The next two figures illustrates the reading process for an associative memory. First, the mask and MBR registers are loaded. The mask tells which bits of the MBR must match with some word in memory. Whereever there is a 1 in the mask, the corresponding bit of the MBR must match a word in memory. If there is a 0, no match is done. Thus, the mask tells which part of the MBR is the "key" and which part is the "value". Fig. 12.7.2 shows this.
Fig. 12.7.2: Setup for associative memory search for 11011100
Fig. 12.7.3 shows that the fourth word of memory matched so the word is copied into the MBR.
What this figure does not show is that if 11011100 was not found in any word, a failure bit would be set so the computer would not erroneously interpret what is left in the MBR as the searched-for contents.
Associative memories are great for finding things quickly because the gates are set up to compare every word with the MBR all at once and to tell if the value is found. The alternative is to sequentially compare every word in the memory, which would take time.

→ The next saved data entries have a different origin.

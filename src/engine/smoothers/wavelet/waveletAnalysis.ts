/**
 * Wavelet shrinkage as a declared analysis: filter, levels, threshold rule, soft or
 * hard shrinkage, boundary and cycle spinning. Registered in `analyses.ts`.
 * Kernel: {@link waveletShrink}. Needs equally spaced x: other series are refused.
 */
import { showNumber } from '../../errors';
import type { Series } from '../../series';
import type { FitResult } from '../../types';
import { Warning, warning } from '../../warnings';
import type { AnalysisDefinition } from '../../analysis/analysisDefinition';
import type { ResolvedOptions } from '../../analysis/optionDeclaration';
import { boundaryWarning, fitWarnings } from '../../diagnostics/commonWarnings';
import { waveletShrink, type WaveletShrinkOptions } from './waveletShrink';
import { WAVELET_FILTER_NAMES, type WaveletFilterName } from './waveletFilters';
import { interpolateFit } from '../whittaker/interpolateFit';

/**
 * Runs wavelet shrinkage on a clean series. df is reported as the number of coefficients
 * kept (approximation plus nonzero details) times n / transform length: exact for the
 * periodic boundary on lengths divisible by 2^levels (Stein's df of soft thresholding;
 * Donoho & Johnstone 1995), approximate otherwise.
 *
 * @example
 * ```ts
 * fitWavelet(series, { filter: 'sym8', threshold: 'sure' }).fitted;
 * ```
 */
export function fitWavelet(series: Series, o: WaveletShrinkOptions): FitResult {
  const n = series.n;
  const r = waveletShrink(series.y, { ...o, x: series.x });
  const warnings: Warning[] = [...series.warnings];
  const df = ((r.kept + (r.transformLength >> r.levels)) * n) / r.transformLength;
  const resid = new Float64Array(n);
  let rss = 0;
  for (let i = 0; i < n; i++) { resid[i] = series.y[i] - r.fitted[i]; rss += series.w[i] * resid[i] * resid[i]; }
  let unequal = false;
  for (let i = 1; i < n; i++) if (series.w[i] !== series.w[0]) { unequal = true; break; }
  if (unequal) warnings.push(warning('note', 'Wavelet shrinkage does not use weights: rows that were merged (equal x) count once, like every other row.'));
  warnings.push(...fitWarnings(n, df, resid, true));
  warnings.push(boundaryWarning());
  return {
    method: 'wavelet', options: { method: 'wavelet' }, x: series.x, fitted: r.fitted, penalty: r.thresholds[0], df,
    sigma: n > df + 1e-9 ? Math.sqrt(rss / (n - df)) : NaN,
    criterion: { name: o.threshold ?? 'universal', value: r.thresholds[0] },
    knots: [], warnings, solver: r.status,
    model: { x: series.x, fitted: r.fitted, sigma: r.sigma, thresholds: r.thresholds, levels: r.levels, note: `noise ${showNumber(r.sigma)} from the finest details` },
  };
}

/** The declared analysis 'wavelet'. */
export const waveletAnalysis: AnalysisDefinition = {
  name: 'wavelet',
  family: 'smoother',
  label: 'Denoised curve that keeps jumps and spikes (wavelet shrinkage; equally spaced x only)',
  summary: 'wavelet shrinkage: orthogonal Daubechies or symmlet transform, detail coefficients shrunk by the universal (VisuShrink) or SURE (SureShrink) threshold, optional cycle spinning (Donoho & Johnstone 1994, 1995; Coifman & Donoho 1995)',
  options: [
    { name: 'filter', kind: 'choice', choices: WAVELET_FILTER_NAMES, default: 'sym8', help: 'wavelet: db1 (Haar, blocky) to db10, or the more symmetric sym4 to sym10 (default sym8)' },
    { name: 'levels', kind: 'integer', min: 1, max: 30, help: 'number of detail levels shrunk (default: as many as the filter length allows)' },
    {
      name: 'threshold', kind: 'choice', choices: ['sure', 'universal'], default: 'sure',
      choiceHelp: { sure: "a threshold per level from Stein's unbiased risk estimate (SureShrink)", universal: 'one threshold sigma * sqrt(2 log n) for all levels (VisuShrink): smoother, removes more' },
      help: 'how the threshold is set: sure (default) or universal',
    },
    { name: 'shrink', kind: 'choice', choices: ['soft', 'hard'], default: 'soft', help: 'soft (default) pulls every kept coefficient toward zero by the threshold; hard keeps it whole (universal threshold only)' },
    { name: 'boundary', kind: 'choice', choices: ['reflect', 'periodic'], default: 'reflect', help: 'how the ends are treated: reflect (default) mirrors the series, periodic wraps the end to the start' },
    { name: 'shifts', kind: 'integer', min: 1, max: 64, default: 1, help: 'average over this many shifted copies (cycle spinning) to remove the blockiness of one transform (default 1)' },
  ],
  ties: 'merge',
  minPoints: () => 8,
  run(series: Series, o: ResolvedOptions) {
    const smooth = fitWavelet(series, {
      filter: o.filter as WaveletFilterName,
      ...(o.levels !== undefined ? { levels: o.levels as number } : {}),
      threshold: o.threshold as 'sure' | 'universal',
      shrink: o.shrink as 'soft' | 'hard',
      boundary: o.boundary as 'reflect' | 'periodic',
      shifts: o.shifts as number,
    });
    return { fitted: smooth.fitted, warnings: smooth.warnings, solver: smooth.solver, criterion: smooth.criterion, smooth };
  },
  evaluate: (result, x) => {
    const m = result.smooth!.model as { x: Float64Array; fitted: Float64Array };
    return interpolateFit(m.x, m.fitted, x);
  },
};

In the context of virtual memory, the page number is what is being searched for in the TLB and the corresponding frame number is what is found and returned if that page number is there.
There is always a cost, some sort of trade-off or dark side, and for associative memories the cost lies in the complexity of the gates and circuits. Associative memories are larger and more complex than regular memories so TLBs in real computers tend to be tiny, usually 8 or 16 words. Studies have shown that such small TLBs are effective, nevertheless. Approximately 90% of the addresses translated can be done by getting values out of the TLB instead of out of the page table. This percentage is often called the hit ratio, and a positive match of an item with a value in the TLB is called a hit.